Work instructions: Within the entries below, find the portion that opens with the line containing "#define PW_EMIT_FIXED_H" and closes with the line containing "pw_accumulator pw_direct_accumulator(const pw_emission". Retype that portion exactly and only.

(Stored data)
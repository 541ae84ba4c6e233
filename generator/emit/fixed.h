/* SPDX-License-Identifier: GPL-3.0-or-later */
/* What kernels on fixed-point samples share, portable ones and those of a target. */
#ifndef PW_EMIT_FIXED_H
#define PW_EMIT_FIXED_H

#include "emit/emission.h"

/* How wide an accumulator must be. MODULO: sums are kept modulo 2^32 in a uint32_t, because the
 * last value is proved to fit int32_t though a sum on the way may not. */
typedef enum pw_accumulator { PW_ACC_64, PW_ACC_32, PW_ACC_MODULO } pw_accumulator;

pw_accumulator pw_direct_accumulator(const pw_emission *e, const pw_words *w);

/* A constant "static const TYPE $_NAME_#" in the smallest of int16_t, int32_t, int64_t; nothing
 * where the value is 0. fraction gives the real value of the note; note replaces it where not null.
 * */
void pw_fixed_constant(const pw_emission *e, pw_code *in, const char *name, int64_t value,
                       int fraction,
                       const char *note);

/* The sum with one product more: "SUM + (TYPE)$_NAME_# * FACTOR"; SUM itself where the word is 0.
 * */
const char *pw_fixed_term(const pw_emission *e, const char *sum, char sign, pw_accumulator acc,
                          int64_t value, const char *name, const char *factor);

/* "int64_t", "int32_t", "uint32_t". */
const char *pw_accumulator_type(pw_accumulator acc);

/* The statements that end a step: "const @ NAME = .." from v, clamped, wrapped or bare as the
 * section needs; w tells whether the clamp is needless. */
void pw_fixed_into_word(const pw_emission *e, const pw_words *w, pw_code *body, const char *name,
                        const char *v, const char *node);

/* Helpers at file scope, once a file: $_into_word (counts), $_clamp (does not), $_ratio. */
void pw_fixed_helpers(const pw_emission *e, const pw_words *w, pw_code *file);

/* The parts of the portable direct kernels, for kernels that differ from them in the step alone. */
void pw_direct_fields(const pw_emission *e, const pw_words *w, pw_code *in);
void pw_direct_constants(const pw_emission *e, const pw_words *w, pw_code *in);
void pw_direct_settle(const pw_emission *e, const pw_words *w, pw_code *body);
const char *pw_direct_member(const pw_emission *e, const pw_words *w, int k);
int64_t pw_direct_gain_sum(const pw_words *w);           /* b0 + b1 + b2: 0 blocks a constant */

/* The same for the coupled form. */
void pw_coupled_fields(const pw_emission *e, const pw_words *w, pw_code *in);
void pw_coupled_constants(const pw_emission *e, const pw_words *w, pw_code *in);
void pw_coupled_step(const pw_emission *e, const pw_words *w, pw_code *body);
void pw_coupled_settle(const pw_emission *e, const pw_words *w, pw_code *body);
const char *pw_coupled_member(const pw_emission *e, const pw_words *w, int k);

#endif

...

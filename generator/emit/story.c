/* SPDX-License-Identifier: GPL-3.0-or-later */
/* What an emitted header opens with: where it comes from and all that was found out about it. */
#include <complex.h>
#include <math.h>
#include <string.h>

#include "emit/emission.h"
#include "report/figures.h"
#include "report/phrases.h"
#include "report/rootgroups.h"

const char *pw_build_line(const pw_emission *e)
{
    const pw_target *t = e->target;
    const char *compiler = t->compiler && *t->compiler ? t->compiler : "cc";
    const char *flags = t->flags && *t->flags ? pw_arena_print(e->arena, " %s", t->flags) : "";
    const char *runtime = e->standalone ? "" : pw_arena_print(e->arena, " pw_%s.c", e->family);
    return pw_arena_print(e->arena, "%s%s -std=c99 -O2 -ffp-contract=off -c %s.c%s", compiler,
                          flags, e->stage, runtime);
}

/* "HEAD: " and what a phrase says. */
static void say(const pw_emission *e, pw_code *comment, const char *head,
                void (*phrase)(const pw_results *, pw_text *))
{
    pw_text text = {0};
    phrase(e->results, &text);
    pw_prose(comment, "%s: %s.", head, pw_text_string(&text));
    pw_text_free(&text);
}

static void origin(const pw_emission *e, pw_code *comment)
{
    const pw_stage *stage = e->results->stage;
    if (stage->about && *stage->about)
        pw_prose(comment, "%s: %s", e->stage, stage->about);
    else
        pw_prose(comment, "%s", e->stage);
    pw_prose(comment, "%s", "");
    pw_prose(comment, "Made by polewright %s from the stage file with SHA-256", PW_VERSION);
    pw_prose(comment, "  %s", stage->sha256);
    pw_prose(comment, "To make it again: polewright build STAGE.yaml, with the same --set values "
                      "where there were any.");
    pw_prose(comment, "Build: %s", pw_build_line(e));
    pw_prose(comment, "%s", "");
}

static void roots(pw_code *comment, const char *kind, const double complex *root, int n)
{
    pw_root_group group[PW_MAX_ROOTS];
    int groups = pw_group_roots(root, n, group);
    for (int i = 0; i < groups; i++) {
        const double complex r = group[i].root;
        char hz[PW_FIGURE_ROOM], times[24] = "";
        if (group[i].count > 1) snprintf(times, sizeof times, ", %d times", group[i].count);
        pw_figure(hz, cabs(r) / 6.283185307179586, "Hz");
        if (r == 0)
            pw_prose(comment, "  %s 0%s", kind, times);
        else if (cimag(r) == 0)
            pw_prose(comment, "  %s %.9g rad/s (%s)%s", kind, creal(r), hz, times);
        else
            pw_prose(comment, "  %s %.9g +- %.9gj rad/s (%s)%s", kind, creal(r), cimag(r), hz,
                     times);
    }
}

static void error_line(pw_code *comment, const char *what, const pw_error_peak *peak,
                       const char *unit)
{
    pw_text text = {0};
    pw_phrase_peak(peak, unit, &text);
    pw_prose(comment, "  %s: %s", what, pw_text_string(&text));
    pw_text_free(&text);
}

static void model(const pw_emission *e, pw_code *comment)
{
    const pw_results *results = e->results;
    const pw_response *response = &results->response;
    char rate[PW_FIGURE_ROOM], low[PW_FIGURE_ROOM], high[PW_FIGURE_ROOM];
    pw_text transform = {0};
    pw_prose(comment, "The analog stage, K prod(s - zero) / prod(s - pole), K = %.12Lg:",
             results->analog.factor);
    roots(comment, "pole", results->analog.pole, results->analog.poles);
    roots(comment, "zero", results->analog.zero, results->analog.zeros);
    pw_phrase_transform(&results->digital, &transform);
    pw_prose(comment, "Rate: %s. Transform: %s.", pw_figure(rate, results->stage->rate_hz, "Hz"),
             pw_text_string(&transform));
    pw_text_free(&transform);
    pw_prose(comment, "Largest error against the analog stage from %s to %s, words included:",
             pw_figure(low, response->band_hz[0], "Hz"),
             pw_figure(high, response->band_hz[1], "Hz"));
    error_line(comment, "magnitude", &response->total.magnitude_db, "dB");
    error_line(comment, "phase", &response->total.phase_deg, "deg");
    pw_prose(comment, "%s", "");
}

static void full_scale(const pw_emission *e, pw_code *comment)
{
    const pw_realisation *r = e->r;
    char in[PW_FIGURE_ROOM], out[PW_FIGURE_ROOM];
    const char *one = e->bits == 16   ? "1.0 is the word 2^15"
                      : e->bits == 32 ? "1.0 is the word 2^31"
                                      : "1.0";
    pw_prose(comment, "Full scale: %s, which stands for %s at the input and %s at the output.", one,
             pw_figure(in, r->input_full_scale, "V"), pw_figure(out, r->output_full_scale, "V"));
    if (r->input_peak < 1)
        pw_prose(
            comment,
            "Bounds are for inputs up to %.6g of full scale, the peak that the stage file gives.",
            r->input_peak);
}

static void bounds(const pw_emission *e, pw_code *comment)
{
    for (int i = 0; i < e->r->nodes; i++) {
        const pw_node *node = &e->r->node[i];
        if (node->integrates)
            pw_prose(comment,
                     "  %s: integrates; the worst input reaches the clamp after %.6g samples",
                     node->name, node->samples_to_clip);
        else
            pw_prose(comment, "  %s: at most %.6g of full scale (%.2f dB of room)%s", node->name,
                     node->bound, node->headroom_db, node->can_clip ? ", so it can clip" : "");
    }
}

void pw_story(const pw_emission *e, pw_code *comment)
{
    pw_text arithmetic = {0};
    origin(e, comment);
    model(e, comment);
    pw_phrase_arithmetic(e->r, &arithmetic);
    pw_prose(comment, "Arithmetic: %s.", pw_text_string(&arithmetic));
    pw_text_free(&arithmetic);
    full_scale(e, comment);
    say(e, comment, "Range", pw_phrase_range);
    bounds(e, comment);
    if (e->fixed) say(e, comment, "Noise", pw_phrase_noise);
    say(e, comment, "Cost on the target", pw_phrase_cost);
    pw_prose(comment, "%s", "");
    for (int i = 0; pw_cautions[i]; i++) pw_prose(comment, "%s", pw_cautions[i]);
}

Solved exercise:
#define PW_EMIT_FIXED_H

#include "emit/emission.h"

/* How wide an accumulator must be. MODULO: sums are kept modulo 2^32 in a uint32_t, because the
 * last value is proved to fit int32_t though a sum on the way may not. */
typedef enum pw_accumulator { PW_ACC_64, PW_ACC_32, PW_ACC_MODULO } pw_accumulator;

pw_accumulator pw_direct_accumulator(const pw_emission *e, const pw_words *w);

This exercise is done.